Activity:
Please give back word for word the lines below, from the first one through the one with "patient - control".

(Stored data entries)
[Start of section]
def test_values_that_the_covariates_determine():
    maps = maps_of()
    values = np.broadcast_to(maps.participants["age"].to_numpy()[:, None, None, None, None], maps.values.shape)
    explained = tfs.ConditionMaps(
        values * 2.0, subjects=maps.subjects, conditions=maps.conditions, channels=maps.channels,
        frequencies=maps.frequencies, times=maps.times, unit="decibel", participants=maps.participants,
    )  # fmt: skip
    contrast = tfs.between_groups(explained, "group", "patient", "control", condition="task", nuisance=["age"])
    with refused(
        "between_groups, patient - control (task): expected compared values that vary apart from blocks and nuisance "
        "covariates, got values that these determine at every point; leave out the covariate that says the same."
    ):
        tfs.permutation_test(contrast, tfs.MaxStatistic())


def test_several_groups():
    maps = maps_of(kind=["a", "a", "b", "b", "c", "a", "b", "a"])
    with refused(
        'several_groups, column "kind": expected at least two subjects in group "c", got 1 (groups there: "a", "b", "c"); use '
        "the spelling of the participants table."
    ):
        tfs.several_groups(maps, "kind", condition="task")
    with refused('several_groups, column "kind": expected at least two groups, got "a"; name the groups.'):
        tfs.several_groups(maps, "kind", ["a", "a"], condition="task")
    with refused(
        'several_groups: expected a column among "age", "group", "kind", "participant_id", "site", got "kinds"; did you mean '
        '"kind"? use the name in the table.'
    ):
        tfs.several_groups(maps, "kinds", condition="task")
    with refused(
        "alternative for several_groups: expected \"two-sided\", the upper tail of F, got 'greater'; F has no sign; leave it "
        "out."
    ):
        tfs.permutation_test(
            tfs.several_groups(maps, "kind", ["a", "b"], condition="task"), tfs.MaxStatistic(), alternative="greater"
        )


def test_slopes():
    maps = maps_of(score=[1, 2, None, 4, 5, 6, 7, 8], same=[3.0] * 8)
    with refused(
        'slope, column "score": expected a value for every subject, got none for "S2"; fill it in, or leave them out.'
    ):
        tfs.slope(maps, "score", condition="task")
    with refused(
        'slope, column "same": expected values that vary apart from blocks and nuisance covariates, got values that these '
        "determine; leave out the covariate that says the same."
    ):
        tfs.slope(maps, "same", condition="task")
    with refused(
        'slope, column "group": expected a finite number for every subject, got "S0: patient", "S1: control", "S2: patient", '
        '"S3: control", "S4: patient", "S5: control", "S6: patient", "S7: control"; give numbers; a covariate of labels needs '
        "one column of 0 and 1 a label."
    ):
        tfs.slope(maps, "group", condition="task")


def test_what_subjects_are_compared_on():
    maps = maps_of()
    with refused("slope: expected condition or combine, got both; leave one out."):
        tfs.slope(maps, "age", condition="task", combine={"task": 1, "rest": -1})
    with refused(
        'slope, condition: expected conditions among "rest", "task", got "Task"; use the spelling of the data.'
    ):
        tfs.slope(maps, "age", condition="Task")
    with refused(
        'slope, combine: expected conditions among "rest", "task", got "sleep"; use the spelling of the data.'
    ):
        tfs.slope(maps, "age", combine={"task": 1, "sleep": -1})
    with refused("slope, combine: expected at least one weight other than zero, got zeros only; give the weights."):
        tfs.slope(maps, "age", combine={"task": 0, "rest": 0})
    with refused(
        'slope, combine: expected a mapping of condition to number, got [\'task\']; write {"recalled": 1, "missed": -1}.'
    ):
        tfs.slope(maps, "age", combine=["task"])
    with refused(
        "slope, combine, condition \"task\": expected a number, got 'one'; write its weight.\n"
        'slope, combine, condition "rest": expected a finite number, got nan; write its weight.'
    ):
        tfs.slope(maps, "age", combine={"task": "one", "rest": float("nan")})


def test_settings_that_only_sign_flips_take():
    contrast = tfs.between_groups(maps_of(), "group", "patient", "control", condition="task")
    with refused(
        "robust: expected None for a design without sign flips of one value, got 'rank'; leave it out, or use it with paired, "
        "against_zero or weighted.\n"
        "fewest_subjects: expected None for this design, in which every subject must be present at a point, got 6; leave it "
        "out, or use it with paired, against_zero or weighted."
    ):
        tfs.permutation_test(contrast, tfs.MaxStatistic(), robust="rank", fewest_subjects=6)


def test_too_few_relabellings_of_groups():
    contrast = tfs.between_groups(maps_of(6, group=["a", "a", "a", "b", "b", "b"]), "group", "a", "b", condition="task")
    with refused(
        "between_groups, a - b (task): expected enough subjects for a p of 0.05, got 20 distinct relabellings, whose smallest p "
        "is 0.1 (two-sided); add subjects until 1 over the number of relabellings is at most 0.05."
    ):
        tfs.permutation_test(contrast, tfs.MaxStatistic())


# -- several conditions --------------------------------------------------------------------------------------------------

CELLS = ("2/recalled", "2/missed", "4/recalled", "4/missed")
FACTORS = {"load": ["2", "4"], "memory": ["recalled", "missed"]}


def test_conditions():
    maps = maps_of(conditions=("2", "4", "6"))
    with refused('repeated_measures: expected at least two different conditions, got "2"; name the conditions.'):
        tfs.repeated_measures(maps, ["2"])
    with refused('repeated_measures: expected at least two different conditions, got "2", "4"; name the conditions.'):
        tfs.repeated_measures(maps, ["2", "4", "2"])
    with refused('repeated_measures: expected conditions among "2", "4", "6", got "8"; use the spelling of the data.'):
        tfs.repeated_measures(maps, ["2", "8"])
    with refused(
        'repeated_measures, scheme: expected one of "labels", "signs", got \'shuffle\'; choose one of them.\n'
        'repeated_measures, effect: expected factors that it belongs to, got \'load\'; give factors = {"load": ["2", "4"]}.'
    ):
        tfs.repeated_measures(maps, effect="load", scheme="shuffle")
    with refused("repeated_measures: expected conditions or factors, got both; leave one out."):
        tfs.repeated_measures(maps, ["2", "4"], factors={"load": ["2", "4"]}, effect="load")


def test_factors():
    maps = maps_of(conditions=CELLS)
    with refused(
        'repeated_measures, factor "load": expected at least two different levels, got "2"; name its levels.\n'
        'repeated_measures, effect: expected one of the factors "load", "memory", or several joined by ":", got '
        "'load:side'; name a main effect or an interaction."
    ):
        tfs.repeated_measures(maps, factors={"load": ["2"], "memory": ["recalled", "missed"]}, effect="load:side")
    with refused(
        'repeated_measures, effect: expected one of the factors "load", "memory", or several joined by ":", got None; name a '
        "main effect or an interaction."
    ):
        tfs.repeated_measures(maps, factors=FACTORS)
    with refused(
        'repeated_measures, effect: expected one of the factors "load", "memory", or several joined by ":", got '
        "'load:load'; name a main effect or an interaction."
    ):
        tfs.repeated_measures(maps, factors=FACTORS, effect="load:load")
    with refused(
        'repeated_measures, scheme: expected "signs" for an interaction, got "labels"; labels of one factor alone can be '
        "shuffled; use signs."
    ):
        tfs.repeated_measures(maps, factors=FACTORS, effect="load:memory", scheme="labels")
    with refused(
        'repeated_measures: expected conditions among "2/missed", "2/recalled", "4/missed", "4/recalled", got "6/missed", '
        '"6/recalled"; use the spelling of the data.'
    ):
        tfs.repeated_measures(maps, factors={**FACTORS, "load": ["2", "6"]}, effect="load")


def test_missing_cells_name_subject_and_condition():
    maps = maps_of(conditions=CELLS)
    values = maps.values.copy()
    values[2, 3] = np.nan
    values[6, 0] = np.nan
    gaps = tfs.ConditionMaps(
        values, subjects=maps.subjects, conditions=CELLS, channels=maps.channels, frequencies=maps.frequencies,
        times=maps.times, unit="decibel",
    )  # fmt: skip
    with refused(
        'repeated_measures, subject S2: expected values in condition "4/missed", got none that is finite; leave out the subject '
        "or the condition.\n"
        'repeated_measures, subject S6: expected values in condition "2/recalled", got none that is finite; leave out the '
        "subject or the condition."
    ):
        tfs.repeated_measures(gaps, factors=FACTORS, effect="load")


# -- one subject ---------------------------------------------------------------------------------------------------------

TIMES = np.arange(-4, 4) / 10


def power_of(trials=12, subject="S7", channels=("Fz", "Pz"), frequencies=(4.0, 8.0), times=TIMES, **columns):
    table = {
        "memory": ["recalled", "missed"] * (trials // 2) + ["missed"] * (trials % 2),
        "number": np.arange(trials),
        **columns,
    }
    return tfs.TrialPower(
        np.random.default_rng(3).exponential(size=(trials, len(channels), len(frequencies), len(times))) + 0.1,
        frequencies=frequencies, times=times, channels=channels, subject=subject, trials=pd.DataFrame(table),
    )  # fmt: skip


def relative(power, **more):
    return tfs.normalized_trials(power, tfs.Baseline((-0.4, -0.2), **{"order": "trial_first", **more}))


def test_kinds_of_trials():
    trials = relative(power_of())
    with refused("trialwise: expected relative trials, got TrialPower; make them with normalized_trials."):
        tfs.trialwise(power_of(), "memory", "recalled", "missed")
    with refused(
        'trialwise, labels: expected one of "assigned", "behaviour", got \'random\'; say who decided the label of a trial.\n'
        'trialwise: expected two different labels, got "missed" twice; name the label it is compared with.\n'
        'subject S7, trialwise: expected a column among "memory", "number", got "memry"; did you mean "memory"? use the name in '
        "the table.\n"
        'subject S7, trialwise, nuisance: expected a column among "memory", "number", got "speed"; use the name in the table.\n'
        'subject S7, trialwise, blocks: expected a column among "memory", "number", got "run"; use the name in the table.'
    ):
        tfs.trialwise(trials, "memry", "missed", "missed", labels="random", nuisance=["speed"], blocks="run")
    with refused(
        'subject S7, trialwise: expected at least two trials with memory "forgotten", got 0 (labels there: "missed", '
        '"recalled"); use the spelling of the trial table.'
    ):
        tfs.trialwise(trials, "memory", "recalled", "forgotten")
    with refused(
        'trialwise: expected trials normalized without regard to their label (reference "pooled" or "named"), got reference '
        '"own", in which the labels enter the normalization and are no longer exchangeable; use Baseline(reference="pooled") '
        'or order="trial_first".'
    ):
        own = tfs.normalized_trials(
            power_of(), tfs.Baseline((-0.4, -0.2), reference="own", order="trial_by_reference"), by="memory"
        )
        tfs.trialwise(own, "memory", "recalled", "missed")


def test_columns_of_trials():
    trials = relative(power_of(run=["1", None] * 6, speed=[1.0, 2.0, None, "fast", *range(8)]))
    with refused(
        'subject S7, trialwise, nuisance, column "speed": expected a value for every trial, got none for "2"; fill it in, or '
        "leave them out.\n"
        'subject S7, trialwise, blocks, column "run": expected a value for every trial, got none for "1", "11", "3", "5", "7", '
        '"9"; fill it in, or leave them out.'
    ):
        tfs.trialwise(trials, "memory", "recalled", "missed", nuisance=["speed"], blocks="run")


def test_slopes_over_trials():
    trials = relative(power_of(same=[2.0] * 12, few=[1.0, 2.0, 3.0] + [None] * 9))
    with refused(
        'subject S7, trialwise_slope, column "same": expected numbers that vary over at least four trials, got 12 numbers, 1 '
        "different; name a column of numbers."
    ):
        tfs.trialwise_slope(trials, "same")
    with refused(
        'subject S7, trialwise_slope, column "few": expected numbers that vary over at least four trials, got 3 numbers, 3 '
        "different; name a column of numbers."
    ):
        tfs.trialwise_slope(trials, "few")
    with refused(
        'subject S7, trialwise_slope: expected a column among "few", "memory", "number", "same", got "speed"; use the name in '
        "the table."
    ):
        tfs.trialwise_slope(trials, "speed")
[End of section]
Answer below:
def test_values_that_the_covariates_determine():
    maps = maps_of()
    values = np.broadcast_to(maps.participants["age"].to_numpy()[:, None, None, None, None], maps.values.shape)
    explained = tfs.ConditionMaps(
        values * 2.0, subjects=maps.subjects, conditions=maps.conditions, channels=maps.channels,
        frequencies=maps.frequencies, times=maps.times, unit="decibel", participants=maps.participants,
    )  # fmt: skip
    contrast = tfs.between_groups(explained, "group", "patient", "control", condition="task", nuisance=["age"])
    with refused(
        "between_groups, patient - control (task): expected compared values that vary apart from blocks and nuisance "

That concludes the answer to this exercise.